WORK TO BE COMPLETED:
Beginning with the line that holds "isFlameFailure, type FlameLookup" in the data below, give again every line through the one that holds "row bookkeeping). */", exactly as written.

_ _ _ _ _

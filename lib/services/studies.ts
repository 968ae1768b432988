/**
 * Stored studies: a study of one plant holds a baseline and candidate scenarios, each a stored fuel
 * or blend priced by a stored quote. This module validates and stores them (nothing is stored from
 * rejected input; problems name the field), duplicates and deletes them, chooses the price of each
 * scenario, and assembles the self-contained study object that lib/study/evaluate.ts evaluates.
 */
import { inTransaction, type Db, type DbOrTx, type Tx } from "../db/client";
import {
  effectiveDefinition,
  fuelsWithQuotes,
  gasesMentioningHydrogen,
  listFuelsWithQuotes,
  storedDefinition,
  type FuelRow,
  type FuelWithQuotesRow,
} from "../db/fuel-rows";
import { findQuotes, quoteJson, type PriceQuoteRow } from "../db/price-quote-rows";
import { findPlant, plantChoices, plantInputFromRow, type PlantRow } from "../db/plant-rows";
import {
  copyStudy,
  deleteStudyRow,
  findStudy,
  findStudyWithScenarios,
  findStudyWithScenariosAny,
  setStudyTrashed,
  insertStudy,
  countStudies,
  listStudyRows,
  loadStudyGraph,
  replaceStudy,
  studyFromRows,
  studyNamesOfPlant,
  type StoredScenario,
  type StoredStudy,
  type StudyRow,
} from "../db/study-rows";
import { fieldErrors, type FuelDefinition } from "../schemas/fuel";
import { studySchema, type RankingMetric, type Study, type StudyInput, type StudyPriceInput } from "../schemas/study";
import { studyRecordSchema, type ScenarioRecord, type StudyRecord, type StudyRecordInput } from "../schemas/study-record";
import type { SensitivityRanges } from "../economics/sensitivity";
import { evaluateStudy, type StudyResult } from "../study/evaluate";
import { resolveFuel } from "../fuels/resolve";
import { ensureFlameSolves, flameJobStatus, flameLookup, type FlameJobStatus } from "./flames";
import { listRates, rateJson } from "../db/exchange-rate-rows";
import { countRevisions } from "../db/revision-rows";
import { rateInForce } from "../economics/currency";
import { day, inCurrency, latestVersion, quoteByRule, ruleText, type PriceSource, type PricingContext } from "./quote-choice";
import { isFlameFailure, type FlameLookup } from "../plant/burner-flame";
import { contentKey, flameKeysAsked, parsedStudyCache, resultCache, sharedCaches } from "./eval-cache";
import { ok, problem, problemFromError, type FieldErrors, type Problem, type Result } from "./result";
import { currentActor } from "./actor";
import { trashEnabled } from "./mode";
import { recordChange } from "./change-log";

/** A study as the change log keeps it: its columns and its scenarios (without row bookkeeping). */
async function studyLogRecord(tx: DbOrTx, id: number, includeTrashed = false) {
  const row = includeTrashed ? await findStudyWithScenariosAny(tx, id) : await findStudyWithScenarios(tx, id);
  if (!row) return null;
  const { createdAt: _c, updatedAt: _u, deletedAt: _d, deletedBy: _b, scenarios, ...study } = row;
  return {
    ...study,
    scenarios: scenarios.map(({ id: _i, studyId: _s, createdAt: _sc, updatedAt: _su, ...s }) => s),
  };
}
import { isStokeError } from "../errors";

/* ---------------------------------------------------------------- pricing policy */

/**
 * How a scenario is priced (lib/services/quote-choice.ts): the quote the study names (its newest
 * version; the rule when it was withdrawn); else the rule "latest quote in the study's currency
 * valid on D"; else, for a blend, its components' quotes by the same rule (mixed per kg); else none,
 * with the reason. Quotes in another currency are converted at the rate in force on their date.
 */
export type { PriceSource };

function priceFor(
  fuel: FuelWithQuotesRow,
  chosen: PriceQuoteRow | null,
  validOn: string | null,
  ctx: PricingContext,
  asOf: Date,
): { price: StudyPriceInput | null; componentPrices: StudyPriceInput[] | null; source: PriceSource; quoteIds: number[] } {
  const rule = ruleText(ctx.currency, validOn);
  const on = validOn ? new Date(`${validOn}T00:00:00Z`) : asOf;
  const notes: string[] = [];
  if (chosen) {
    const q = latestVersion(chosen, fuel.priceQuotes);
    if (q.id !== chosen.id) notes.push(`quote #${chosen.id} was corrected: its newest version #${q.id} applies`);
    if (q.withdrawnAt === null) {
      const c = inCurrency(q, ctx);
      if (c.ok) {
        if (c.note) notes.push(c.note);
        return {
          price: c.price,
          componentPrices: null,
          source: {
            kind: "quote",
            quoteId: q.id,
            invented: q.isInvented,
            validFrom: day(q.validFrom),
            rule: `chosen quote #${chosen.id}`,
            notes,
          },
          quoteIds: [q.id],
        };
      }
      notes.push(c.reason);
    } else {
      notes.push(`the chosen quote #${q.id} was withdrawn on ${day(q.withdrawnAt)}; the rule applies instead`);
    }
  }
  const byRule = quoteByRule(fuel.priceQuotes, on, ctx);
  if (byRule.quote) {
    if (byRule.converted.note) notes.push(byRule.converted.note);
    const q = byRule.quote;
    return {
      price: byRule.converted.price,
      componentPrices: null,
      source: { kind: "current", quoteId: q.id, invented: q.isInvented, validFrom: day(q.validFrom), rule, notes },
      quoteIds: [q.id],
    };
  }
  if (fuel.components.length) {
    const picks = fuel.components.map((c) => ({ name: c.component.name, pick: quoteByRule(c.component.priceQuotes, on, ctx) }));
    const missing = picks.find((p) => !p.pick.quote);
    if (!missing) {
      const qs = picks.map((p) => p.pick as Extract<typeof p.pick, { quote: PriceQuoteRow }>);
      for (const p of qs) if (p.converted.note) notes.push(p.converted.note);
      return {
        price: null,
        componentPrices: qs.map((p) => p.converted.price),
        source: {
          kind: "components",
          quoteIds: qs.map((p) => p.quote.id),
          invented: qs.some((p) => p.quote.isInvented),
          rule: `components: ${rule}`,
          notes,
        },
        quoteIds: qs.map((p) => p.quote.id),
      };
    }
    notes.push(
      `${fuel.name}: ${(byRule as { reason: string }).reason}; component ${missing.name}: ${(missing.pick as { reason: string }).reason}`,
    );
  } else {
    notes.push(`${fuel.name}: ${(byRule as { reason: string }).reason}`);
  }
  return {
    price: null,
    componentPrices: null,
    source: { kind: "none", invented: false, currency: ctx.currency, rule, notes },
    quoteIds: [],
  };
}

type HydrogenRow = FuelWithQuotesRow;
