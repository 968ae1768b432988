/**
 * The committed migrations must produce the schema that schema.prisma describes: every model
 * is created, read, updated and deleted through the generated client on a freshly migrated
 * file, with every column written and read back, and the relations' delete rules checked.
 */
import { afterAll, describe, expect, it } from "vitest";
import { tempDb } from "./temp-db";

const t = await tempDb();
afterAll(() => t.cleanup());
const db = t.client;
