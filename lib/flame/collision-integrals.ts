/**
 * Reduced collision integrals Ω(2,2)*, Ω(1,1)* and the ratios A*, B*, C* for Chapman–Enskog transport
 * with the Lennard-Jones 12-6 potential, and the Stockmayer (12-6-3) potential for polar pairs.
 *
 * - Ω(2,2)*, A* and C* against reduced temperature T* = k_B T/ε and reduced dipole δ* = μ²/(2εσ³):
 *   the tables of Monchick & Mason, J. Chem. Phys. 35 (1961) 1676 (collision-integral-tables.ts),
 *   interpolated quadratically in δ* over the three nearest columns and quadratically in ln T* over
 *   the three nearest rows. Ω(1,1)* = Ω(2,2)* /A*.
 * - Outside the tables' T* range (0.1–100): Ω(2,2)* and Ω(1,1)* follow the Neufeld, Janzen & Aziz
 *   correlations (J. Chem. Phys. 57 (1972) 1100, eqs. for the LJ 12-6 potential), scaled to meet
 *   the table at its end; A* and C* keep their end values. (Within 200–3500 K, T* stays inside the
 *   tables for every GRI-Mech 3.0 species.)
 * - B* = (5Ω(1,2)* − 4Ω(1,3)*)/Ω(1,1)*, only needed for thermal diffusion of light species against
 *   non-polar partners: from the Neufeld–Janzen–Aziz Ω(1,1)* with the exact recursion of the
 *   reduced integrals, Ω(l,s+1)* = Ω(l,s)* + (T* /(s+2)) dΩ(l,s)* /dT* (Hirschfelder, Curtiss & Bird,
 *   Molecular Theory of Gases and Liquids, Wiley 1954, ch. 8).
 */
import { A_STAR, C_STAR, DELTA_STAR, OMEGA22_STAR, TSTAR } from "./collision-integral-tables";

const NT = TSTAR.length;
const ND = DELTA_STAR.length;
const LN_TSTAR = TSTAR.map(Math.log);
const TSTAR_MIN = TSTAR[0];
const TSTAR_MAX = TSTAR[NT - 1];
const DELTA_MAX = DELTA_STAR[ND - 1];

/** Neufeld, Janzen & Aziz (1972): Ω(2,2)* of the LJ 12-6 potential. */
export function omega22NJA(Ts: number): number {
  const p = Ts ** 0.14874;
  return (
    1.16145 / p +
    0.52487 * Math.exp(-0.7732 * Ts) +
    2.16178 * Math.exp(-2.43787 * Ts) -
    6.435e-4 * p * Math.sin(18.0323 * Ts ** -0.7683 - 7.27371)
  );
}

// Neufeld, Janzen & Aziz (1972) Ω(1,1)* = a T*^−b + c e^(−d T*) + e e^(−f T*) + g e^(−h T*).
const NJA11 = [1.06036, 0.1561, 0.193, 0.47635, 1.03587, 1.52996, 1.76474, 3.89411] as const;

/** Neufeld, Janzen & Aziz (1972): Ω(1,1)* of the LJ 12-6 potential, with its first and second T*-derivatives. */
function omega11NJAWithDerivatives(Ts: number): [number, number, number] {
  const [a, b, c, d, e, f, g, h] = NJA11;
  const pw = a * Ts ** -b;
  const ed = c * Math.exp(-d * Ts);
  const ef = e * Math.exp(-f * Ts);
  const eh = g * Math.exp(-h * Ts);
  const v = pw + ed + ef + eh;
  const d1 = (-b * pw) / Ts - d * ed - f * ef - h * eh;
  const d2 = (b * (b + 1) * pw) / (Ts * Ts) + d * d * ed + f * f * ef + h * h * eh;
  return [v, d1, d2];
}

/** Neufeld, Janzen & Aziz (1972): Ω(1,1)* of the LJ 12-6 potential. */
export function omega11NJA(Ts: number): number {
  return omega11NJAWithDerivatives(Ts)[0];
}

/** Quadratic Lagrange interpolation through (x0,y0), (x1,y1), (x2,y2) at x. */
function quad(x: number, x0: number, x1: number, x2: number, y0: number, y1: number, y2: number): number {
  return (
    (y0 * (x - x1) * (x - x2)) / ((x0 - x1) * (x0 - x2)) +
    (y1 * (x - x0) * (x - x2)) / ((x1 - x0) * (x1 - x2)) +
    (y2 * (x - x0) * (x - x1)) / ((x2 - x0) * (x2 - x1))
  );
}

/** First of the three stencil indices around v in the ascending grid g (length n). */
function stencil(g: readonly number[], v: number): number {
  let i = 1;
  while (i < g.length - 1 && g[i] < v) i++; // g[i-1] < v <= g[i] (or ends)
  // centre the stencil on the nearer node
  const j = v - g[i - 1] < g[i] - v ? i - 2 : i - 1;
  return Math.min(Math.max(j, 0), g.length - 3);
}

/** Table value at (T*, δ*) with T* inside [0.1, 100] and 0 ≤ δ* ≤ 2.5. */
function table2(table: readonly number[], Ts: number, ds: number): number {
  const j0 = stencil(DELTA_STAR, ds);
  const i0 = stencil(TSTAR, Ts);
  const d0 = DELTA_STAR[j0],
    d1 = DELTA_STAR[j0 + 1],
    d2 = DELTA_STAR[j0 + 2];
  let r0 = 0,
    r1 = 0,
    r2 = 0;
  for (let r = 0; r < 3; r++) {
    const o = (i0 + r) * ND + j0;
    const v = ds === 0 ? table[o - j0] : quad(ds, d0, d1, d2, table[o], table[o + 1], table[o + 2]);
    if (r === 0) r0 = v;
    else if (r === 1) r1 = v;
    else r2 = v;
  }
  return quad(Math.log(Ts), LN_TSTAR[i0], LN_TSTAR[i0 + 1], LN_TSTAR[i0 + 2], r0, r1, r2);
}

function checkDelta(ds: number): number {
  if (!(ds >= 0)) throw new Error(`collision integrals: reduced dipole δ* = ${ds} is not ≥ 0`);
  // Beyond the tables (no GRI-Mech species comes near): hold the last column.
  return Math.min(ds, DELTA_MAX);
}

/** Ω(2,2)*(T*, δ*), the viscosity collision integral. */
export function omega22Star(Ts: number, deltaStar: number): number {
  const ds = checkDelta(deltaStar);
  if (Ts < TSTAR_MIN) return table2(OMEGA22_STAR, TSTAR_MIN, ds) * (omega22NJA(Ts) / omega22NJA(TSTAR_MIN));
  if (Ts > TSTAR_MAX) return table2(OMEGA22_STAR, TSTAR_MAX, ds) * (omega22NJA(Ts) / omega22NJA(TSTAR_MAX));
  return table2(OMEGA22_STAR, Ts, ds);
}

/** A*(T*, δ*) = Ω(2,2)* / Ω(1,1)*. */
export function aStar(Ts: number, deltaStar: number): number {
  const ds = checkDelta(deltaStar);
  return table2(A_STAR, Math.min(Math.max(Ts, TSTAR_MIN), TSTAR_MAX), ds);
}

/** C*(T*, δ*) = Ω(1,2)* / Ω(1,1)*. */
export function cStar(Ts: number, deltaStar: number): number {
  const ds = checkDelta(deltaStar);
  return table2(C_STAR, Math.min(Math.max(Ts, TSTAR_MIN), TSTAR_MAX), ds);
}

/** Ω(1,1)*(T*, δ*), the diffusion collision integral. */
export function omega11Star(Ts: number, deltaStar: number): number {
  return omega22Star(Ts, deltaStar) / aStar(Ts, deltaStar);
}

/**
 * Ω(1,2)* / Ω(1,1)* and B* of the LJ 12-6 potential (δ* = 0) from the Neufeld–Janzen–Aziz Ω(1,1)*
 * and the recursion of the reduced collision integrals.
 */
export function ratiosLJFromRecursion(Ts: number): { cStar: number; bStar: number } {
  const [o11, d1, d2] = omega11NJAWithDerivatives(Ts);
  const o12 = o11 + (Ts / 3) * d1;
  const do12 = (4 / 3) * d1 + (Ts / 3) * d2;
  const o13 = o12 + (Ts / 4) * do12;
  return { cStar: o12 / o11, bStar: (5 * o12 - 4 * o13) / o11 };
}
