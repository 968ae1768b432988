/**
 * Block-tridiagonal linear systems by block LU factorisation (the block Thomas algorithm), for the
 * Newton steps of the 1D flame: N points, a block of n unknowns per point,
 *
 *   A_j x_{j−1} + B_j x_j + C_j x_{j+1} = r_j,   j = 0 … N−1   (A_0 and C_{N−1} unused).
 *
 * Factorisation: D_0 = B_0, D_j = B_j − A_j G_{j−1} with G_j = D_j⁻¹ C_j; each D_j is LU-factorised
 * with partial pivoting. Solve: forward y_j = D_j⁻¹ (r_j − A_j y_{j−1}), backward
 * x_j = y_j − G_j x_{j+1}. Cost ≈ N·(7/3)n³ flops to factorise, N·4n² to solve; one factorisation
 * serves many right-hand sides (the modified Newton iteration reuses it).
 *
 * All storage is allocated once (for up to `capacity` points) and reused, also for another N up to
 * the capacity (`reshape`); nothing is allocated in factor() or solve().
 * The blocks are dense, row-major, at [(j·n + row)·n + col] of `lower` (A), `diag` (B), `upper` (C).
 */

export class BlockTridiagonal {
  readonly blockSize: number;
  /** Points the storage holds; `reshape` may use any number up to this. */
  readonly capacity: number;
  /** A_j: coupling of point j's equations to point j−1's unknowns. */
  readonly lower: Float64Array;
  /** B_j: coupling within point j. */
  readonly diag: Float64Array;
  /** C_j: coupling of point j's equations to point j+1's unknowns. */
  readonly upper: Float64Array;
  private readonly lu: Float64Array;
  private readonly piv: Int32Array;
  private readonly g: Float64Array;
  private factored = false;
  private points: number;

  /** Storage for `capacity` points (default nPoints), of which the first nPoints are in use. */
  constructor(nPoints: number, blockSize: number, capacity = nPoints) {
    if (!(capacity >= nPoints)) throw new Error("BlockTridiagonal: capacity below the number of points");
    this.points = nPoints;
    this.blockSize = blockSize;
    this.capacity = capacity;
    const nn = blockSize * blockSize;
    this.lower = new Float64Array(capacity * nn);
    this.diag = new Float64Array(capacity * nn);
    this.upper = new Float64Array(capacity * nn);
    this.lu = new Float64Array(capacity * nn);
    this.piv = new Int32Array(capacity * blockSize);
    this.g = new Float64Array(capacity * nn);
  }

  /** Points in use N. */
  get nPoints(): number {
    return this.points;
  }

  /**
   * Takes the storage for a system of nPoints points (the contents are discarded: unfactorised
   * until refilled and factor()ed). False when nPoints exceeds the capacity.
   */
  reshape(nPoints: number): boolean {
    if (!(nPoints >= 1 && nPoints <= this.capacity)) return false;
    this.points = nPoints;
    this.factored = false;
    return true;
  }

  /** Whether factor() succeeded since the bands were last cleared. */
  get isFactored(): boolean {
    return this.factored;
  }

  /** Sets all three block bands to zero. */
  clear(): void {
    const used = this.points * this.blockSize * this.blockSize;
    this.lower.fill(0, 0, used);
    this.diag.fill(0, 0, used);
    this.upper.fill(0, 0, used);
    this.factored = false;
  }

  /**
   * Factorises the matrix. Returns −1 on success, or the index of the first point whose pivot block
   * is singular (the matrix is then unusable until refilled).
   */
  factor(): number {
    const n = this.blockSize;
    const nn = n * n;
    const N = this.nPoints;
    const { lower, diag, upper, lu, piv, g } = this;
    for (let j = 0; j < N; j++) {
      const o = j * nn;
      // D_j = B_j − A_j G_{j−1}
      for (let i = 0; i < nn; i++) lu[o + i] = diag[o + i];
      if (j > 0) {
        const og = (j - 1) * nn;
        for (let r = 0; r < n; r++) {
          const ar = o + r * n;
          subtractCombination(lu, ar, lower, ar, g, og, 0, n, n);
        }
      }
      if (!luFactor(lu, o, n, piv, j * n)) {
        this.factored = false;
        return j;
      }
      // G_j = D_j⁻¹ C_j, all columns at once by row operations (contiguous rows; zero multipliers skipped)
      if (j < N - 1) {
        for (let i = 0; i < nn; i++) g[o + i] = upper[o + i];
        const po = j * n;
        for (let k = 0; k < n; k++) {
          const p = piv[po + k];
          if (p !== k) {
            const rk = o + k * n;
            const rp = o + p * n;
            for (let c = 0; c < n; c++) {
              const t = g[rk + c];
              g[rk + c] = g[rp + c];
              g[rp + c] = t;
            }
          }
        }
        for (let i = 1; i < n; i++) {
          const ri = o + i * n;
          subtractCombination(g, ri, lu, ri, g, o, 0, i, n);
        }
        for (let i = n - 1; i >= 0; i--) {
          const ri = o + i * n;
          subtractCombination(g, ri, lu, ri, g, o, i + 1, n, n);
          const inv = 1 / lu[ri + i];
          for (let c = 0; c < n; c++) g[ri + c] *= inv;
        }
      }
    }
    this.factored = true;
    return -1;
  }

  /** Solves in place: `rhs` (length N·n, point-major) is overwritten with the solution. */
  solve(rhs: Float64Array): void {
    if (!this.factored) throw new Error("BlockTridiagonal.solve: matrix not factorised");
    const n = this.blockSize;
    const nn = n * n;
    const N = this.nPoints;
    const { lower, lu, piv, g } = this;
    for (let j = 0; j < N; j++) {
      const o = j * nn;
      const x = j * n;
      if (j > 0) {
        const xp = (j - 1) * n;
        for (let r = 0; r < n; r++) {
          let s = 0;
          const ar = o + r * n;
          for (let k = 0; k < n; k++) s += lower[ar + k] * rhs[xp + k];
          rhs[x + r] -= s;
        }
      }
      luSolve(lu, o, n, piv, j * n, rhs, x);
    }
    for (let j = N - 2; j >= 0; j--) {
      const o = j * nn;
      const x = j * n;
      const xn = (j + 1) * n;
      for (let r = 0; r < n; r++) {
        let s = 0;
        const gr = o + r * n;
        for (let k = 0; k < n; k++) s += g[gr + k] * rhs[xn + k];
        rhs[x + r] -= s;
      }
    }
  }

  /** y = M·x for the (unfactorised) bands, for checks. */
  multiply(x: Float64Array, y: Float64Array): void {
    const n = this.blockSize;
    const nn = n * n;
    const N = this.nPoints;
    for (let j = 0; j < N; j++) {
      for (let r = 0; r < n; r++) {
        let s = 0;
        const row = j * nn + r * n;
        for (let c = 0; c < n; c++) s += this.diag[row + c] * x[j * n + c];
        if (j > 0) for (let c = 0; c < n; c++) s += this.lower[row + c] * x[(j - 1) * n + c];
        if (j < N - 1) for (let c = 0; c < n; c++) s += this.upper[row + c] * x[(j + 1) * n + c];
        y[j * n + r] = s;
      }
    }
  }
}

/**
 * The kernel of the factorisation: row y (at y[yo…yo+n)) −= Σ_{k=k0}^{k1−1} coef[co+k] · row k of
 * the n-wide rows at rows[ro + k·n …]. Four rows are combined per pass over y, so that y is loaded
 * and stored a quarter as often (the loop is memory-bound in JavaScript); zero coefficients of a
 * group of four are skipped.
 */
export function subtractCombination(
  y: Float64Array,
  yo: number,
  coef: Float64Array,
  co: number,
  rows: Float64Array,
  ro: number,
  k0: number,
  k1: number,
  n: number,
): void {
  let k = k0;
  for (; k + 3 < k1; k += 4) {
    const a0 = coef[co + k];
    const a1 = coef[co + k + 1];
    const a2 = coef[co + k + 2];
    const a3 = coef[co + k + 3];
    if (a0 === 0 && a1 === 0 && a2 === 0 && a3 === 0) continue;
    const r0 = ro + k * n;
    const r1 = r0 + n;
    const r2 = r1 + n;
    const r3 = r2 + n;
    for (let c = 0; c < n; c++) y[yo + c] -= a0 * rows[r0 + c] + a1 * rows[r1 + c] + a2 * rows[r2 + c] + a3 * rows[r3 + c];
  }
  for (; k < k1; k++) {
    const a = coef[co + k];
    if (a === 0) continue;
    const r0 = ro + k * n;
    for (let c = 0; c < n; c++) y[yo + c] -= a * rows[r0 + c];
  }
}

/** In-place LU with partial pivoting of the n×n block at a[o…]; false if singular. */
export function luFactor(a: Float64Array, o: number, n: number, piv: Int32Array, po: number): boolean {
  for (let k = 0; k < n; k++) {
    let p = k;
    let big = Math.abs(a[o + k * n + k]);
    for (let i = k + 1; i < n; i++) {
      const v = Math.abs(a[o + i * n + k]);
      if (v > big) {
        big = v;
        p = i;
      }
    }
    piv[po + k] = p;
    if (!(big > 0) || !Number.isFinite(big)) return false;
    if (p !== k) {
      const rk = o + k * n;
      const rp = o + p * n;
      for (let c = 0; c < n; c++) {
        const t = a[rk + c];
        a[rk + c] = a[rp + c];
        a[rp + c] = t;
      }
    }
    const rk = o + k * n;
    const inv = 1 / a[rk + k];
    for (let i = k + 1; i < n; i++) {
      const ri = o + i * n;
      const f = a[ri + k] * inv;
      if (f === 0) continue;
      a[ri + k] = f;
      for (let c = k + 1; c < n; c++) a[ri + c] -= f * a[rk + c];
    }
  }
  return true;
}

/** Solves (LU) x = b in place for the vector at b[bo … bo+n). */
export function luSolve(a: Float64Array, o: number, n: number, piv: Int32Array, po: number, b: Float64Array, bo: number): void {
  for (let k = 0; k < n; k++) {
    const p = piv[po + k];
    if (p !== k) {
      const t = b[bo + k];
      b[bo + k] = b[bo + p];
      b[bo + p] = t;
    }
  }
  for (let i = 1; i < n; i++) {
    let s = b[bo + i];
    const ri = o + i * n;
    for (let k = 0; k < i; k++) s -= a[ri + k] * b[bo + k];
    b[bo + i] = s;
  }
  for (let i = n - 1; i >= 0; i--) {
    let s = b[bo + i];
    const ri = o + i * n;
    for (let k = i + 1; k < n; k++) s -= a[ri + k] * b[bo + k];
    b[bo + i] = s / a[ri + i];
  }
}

_ _ _ _ _

OUTPUT:
import { isFlameFailure, type FlameLookup } from "../plant/burner-flame";
import { contentKey, flameKeysAsked, parsedStudyCache, resultCache, sharedCaches } from "./eval-cache";
import { ok, problem, problemFromError, type FieldErrors, type Problem, type Result } from "./result";
import { currentActor } from "./actor";
import { trashEnabled } from "./mode";
import { recordChange } from "./change-log";

/** A study as the change log keeps it: its columns and its scenarios (without row bookkeeping). */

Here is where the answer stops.